# Hello. New Member, from Aberdeen!



## anthonyyule (Apr 12, 2009)

Morning all - and Happy Easter.

Its offical, Im now the owner (almost) of a new Sprint Blue TTS. I just ordered it yesterday afternoon from Specialist Cars in Aberdeen. Not sure how long the factory is quoting for build times at the moment (anyone know?), as I couldnt get any details from the guys at Specialist since it was the weeknd.

Im moving on from a 3 car family - downsizing to 2 - its time to trade in my Lotus Exige and Renaultsport Clio 197. Both have offered me hours of fun, laughs, entertainment and love - but the Exige just dosent get used anymore at all - and the Clio isnt quite the car Im after for 24/7 thills. The TTS (for me) balances the ownership of both of these models nicely!!

My wife and I think our spec is nice - 19" RS4 style Alloys, Sprint Blue, Sat-Nav +, Isofix, USB, Black Silk-Nappa, S-Tronic. 
I was actually about to order IBIS white and the 19" 5-spokes before I stumbled upon your site yesterday and saw some awesome pics of the Sprint Blue TTS owned Hugy? - I take my hat off to that man - he totally changed my mind!! - thanx!!

Im now looking at a Bluefin (no need, I know - but I like to play with gadgets and power!!), and possibly a GruppeM induction kit, purely to finish off the engine bay. Has anyone got any thoughts/ advice/ horror stories on either of these pieces of kit?

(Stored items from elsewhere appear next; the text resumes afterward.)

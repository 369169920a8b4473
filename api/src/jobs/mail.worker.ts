/**
 * Delivers the mail outbox.
 *
 * Each outbox row gets a `mail-send` job (inserted with the row, or later by the sweep). The
 * handler locks the row (FOR UPDATE SKIP LOCKED, pending only), sends it over SMTP with the
 * row's own Message-ID and marks it sent, all inside one transaction. A failed send records the
 * attempt and the error, then rethrows so pg-boss retries with exponential backoff; after the
 * last attempt the row is marked failed.
 *
 * No loss: a job only exists for a committed row, and the sweep (at start and every minute)
 * enqueues any pending row without a live job, e.g. after a crash between commit and enqueue,
 * or when the row was written by a process that does not run the queue.
 *
 * No double send in normal operation: a row is only sent while its lock is held, and only while
 * it is still pending, so a second job for the same row (sweep vs. original, two workers) finds
 * it locked or already sent and ends. The one remaining edge is inherent to SMTP: if the server
 * accepted the message but the process dies (or the database fails) before the "sent" update
 * commits, the row stays pending and is sent again later. Delivery is therefore at least once;
 * the repeat carries the same Message-ID, which lets receiving systems drop the duplicate.
 */
import type PgBoss from 'pg-boss';
import type { DataSource } from 'typeorm';
import { createMailer, type Mailer } from '../adapters/mailer.js';
import type { Config } from '../config.js';
import type { Logger } from '../logger.js';
import {
  findOrphanedPendingIds,
  lockPendingMessage,
  markMessageSent,
  recordFailedAttempt,
} from '../mail/outbox.repository.js';
import {
  clearRunningQueue,
  createQueue,
  MAIL_SEND_QUEUE,
  MAIL_SWEEP_QUEUE,
  QUEUE_SCHEMA,
  setRunningQueue,
  transactionDb,
  type MailSendJob,
} from './queue.js';

export interface MailWorkerTuning {
  /** How often an idle worker looks for jobs. */
  pollingIntervalSeconds: number;
  /** Retries after the first attempt (pg-boss retryLimit). */
  retryLimit: number;
  /** Base delay of the exponential backoff: the n-th retry waits about delay·2ⁿ⁻¹ to delay·2ⁿ. */
  retryDelaySeconds: number;
  /** A job running longer than this is failed by pg-boss (and retried). Above the SMTP timeouts. */
  expireInSeconds: number;
  /** Cron for the sweep (pg-boss runs a schedule once per tick across processes); null: only at start. */
  sweepCron: string | null;
  /** How long stop() waits for a send in progress (below the server's forced-exit timer). */
  stopTimeoutMs: number;
}

export const DEFAULT_MAIL_WORKER_TUNING: MailWorkerTuning = {
  pollingIntervalSeconds: 1,
  retryLimit: 8,
  retryDelaySeconds: 10,
  expireInSeconds: 120,
  sweepCron: '* * * * *',
  stopTimeoutMs: 8_000,
};

export interface MailWorkerOptions {
  config: Config;
  dataSource: DataSource;
  logger: Logger;
  tuning?: Partial<MailWorkerTuning>;
  /** Replaces the SMTP adapter (tests). */
  mailer?: Mailer;
}

export interface MailWorker {
  stop(): Promise<void>;
  /** Enqueues pending rows that have no live job; returns how many it enqueued. */
  sweep(): Promise<number>;
}

const UUID_PATTERN = /^[0-9a-f]{8}-[0-9a-f]{4}-[0-9a-f]{4}-[0-9a-f]{4}-[0-9a-f]{12}$/i;
const SWEEP_BATCH = 500;
// Two sweeps at once (two processes) would enqueue the same rows twice: harmless, but wasteful.
const SWEEP_LOCK_KEY = 'driftmark:mail-sweep';

type DeliveryOutcome =
  | { kind: 'sent'; attempts: number }
  | { kind: 'skipped' }
  | { kind: 'failed'; attempts: number; final: boolean; error: Error };

export async function startMailWorker(opts: MailWorkerOptions): Promise<MailWorker> {
  const { config, dataSource, logger } = opts;
  const tuning = { ...DEFAULT_MAIL_WORKER_TUNING, ...opts.tuning };
  const log = logger.child({ component: 'mail-worker' });

  if (!config.smtpUrl && !opts.mailer) {
    log.warn('SMTP_URL is not set: mail stays in the outbox until a worker with SMTP runs');
    return { stop: () => Promise.resolve(), sweep: () => Promise.resolve(0) };
  }

  const mailer = opts.mailer ?? createMailer(config);
  const maxAttempts = tuning.retryLimit + 1;
  const boss = createQueue(config);
  let stopping = false;

  boss.on('error', (err) => log.error({ err }, 'job queue error'));

  async function deliver(
    outboxId: string,
    job: PgBoss.JobWithMetadata<MailSendJob>,
  ): Promise<DeliveryOutcome> {
    return dataSource.transaction(async (manager) => {
      const message = await lockPendingMessage(manager, outboxId);
      if (!message) return { kind: 'skipped' };
      const attempts = message.attempts + 1;
      try {
        await mailer.send({
          to: message.toAddress,
          from: config.mailFrom,
          subject: message.subject,
          text: message.textBody,
          html: message.htmlBody ?? '',
          messageId: message.messageId ?? `<${message.id}@driftmark.local>`,
          ...(message.headers ? { headers: message.headers } : {}),
        });
      } catch (err) {
        const error = err instanceof Error ? err : new Error(String(err));
        const final = job.retryCount >= job.retryLimit || attempts >= maxAttempts;
        await recordFailedAttempt(manager, message.id, { attempts, error: error.message, final });
        return { kind: 'failed', attempts, final, error };
      }
      // Same transaction as the send's row lock: see the module comment for the one edge.
      await markMessageSent(manager, message.id, attempts);
      return { kind: 'sent', attempts };
    });
  }

  async function handleSend(jobs: PgBoss.JobWithMetadata<MailSendJob>[]): Promise<void> {
    for (const job of jobs) {
      const outboxId = job.data?.outboxId;
      if (typeof outboxId !== 'string' || !UUID_PATTERN.test(outboxId)) {
        log.warn({ jobId: job.id }, 'mail job without a valid outbox id; dropped');
        continue;
      }
      // A job fetched while stopping goes back to the queue rather than racing the shutdown.
      if (stopping) throw new Error('mail worker is stopping');
      const outcome = await deliver(outboxId, job);
      if (outcome.kind === 'sent') {
        log.info({ outboxId, attempts: outcome.attempts }, 'mail sent');
      } else if (outcome.kind === 'failed') {
        log[outcome.final ? 'error' : 'warn'](
          { outboxId, attempts: outcome.attempts, err: outcome.error },
          outcome.final ? 'mail failed for good' : 'mail send failed; will retry',
        );
        throw outcome.error;
      }
    }
  }

  async function sweep(): Promise<number> {
    return dataSource.transaction(async (manager) => {
      const [lock] = (await manager.query('SELECT pg_try_advisory_xact_lock(hashtext($1)) AS locked', [
        SWEEP_LOCK_KEY,
      ])) as { locked: boolean }[];
      if (!lock?.locked) return 0;
      const ids = await findOrphanedPendingIds(
        manager,
        { schema: QUEUE_SCHEMA, queueName: MAIL_SEND_QUEUE },
        SWEEP_BATCH,
      );
      if (ids.length === 0) return 0;
      await boss.insert(
        ids.map((outboxId) => ({ name: MAIL_SEND_QUEUE, data: { outboxId } satisfies MailSendJob })),
        { db: transactionDb(manager) },
      );
      return ids.length;
    });
  }

  async function runSweep(): Promise<void> {
    const count = await sweep();
    if (count > 0) log.info({ count }, 'enqueued pending mail without a job');
  }

  try {
    await boss.start();
    const sendQueue: PgBoss.Queue = {
      name: MAIL_SEND_QUEUE,
      policy: 'standard',
      retryLimit: tuning.retryLimit,
      retryDelay: tuning.retryDelaySeconds,
      retryBackoff: true,
      expireInSeconds: tuning.expireInSeconds,
    };
    await boss.createQueue(MAIL_SEND_QUEUE, sendQueue);
    // createQueue keeps an existing queue as it was; apply the current settings to it.
    await boss.updateQueue(MAIL_SEND_QUEUE, sendQueue);
    await boss.createQueue(MAIL_SWEEP_QUEUE, { name: MAIL_SWEEP_QUEUE, policy: 'short', retryLimit: 0 });

    await runSweep();
    await boss.work<MailSendJob>(
      MAIL_SEND_QUEUE,
      { includeMetadata: true, batchSize: 1, pollingIntervalSeconds: tuning.pollingIntervalSeconds },
      handleSend,
    );
    await boss.work(MAIL_SWEEP_QUEUE, { pollingIntervalSeconds: 5 }, runSweep);
    if (tuning.sweepCron) await boss.schedule(MAIL_SWEEP_QUEUE, tuning.sweepCron);
  } catch (err) {
    // Do not leave pg-boss's pool and timers behind when start-up fails half-way.
    await boss.stop({ graceful: false, wait: true }).catch(() => undefined);
    throw err;
  }
  setRunningQueue(boss);
  log.info({ queue: MAIL_SEND_QUEUE }, 'mail worker started');

  let stopped: Promise<void> | null = null;
  return {
    sweep,
    stop() {
      stopped ??= (async () => {
        stopping = true;
        clearRunningQueue(boss);
        // Graceful: waits (up to the timeout) for a send in progress to finish and commit. A send
        // cut off here leaves its row pending, and it is delivered after the next start.
        await boss.stop({ graceful: true, wait: true, timeout: tuning.stopTimeoutMs });
        mailer.close();
        log.info('mail worker stopped');
      })();
      return stopped;
    },
  };
}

Take it easy, and thanks for reading. I have been an active member on ScottishElises for a number of years, and I look forward to the advice/ banter and warm welcome which Im sure Ill get here too. Cheers!! Tony.


----------



## Wallsendmag (Feb 12, 2004)

Welcome to the forum


----------



## jammyd (Oct 11, 2008)

Welcome to the forum 

First things first who's are the legs in the avatar?


----------



## Redscouse (Sep 30, 2008)

Welcome to the forum. Must agree the Spirit Blue colour on a TTS looks fantastic. You will be pleased once you take delivery


----------



## malstt (Apr 18, 2007)

Welcome to the forum. 8)


----------



## anthonyyule (Apr 12, 2009)

cheers guys.

legs belong to my lovely wife!!  - Ill need to see if she still wants to pose when we get the TT. God, I just cant believe how bad this post sounds - and what sort of people you guys will think we are!! LOL

Thanks for the welcome. Im looking forward to Audi ownership alot, and cant wait to meet up with many of you guys too.


----------



## trev (Aug 5, 2005)

anthonyyule said:


> cheers guys.
> 
> legs belong to my lovely wife!!  - Ill need to see if she still wants to pose when we get the TT. God, I just cant believe how bad this post sounds - and what sort of people you guys will think we are!! LOL


Hi and welcome to the forum , give us a shout when your having the photo shoot could organise a meeting :lol: :wink:


----------



## abz001 (Jun 15, 2008)

Hi ya and welcome another fellow member from the Deen


----------



## KammyTT (Jun 28, 2006)

welcome mate, if you need anything just ask, remeber to join the owners club at www.ttoc.co.uk


----------



## anthonyyule (Apr 12, 2009)

Thanks everyone.

Im so excited about getting the new car - its going to be cool - and I love the colour (i think!?!)
Im off to join the TTOC - if nothing else I want my badge and my cool signature strip :wink:

Take it easy - and I hope to get out for a 'Deen based TT meet really soon. [smiley=cheers.gif]


----------